Independent Directors under the Revised Corporation Code

As provided in the Revised Corporation Code, the board of the following corporations vested with public interest shall have independent directors constituting at least twenty percent (20%) of such board: 

Independent Directors under the Revised Corporation Code
  • a) Corporations covered by Republic Act No. 8799, otherwise known as “The Securities Regulation Code”, namely those whose securities are registered with the Securities and Exchange Commission, corporations listed with an exchange, or with assets of at least P50,000,000 and having two hundred (200) or more holders of shares, each holding at least one hundred (100) shares of a class of its equity shares. These are also called “public companies“; 
  • b) Banks and quasi-banks, Non- Stock Savings and Loan Associations (NSSLAs), pawnshops, corporations engaged in money service business, pre-need, trust and insurance companies, and other financial intermediaries; and 
  • c) Other corporations engaged in business vested with public interest similar to the above, as may be determined by the SEC, after taking into account relevant factors which are germane to the objective and purpose of requiring the election of an independent director, such as the extent of minority ownership, type of financial products or securities issued or offered to investors, public interest involved in the nature of business operations, and other analogous factors. 
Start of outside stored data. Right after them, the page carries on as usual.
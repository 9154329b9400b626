"""Scales of an experiment: what its lengths, times and powers are to be held against."""

import math

import numpy as np

from solver.experiment import Experiment
from solver.findings import Scales
from solver.grid import Grid, Real
from solver.relation import input_response
from solver.source import power_spectrum
from solver.thermal import wall_width_ps, walls_per_ps
from solver.units import attenuation_per_km, effective_length_km, ratio_from_db


def scales(experiment: Experiment) -> Scales:
    """Scales of an experiment (Agrawal, Nonlinear Fiber Optics, ch. 3, with τc as width).

    Infinite lengths where there is no dispersion or no Kerr effect; a gain within a span enters
    the phase as negative loss.
    """
    grid = Grid(experiment.ensemble.samples, experiment.ensemble.time_step_ps)
    spectrum = power_spectrum(experiment.source, grid)
    coherence_ps = grid.window_ps * float(np.sum(spectrum**2))
    powers_w, rms = _at_launch(experiment, grid)
    power_w = float(powers_w.sum())
    phase = 0.0
    found: tuple[float, float, float] | None = None
    for span in experiment.line:
        own, other = (span.gamma_per_w_km * factor for factor in span.kerr_coefficients())
        beta2 = span.beta2(experiment.source.wavelength_nm)
        if own * power_w > 0.0 and found is None:
            found = own * power_w, beta2, other / own
        net_db = span.loss_db_per_km - span.gain_db_per_km
        phase += own * power_w * effective_length_km(span.length_km, net_db)
        power_w *= math.exp(-attenuation_per_km(net_db) * span.length_km)
        power_w *= ratio_from_db(-span.joint_loss_db)
    beta2_first = experiment.line[0].beta2(experiment.source.wavelength_nm)
    rate, beta2, ratio = found or (0.0, beta2_first, 0.0)
    dispersion_km = coherence_ps**2 / abs(beta2) if beta2 else math.inf
    nonlinear_km = 1.0 / rate if rate else math.inf
    healing_ps = math.sqrt(abs(beta2) / rate) if rate else math.inf
    closed = beta2 > 0.0 and rate > 0.0 and math.isclose(ratio, 3.0, rel_tol=1e-6)
    alike = bool(np.isclose(powers_w[0], powers_w[1], rtol=1e-3)) and bool(
        np.isclose(rms[0], rms[1], rtol=1e-3)
    )
    return Scales(
        coherence_time_ps=coherence_ps,
        dispersion_length_km=dispersion_km,
        nonlinear_length_km=nonlinear_km,
        n_squared=dispersion_km / nonlinear_km if math.isfinite(dispersion_km) else math.inf,
        nonlinear_phase_rad=phase,
        healing_time_ps=healing_ps,
        wall_closed_form_ps=healing_ps if closed else math.nan,
        thermal_walls_per_ns=1e3 * walls_per_ps(powers_w, rms),
        thermal_wall_ps=wall_width_ps(float(rms[0])) if alike and rms[0] > 0.0 else math.nan,
    )


def _at_launch(experiment: Experiment, grid: Grid) -> tuple[Real, Real]:
    """Mean powers, W, and rms angular widths, rad/ps, of the two components at the launch."""
    density = np.sum(np.abs(input_response(experiment, grid)) ** 2, axis=1)
    powers_w = density.sum(axis=1)
    shares = density / np.maximum(powers_w, np.finfo(float).tiny)[:, None]
    mean = (shares * grid.omega).sum(axis=1, keepdims=True)
    return powers_w, np.sqrt((shares * (grid.omega - mean) ** 2).sum(axis=1))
An independent director is a person who, apart from shareholdings and fees received from the corporation, is independent of management and free from any business or other relationship which could, or could reasonably be perceived to materially interfere with the exercise of independent judgment in carrying out the responsibilities as a director. 

[See also Board of Directors/Trustees under the Revised Corporation Code]

Independent directors must be elected by the shareholders present or entitled to vote in absentia during the election of directors. Independent directors shall be subject to rules and regulations governing their qualifications, disqualifications, voting requirements, duration of term and term limit, maximum number of board memberships and other requirements that the SEC will prescribe to strengthen their independence and align with international best practices.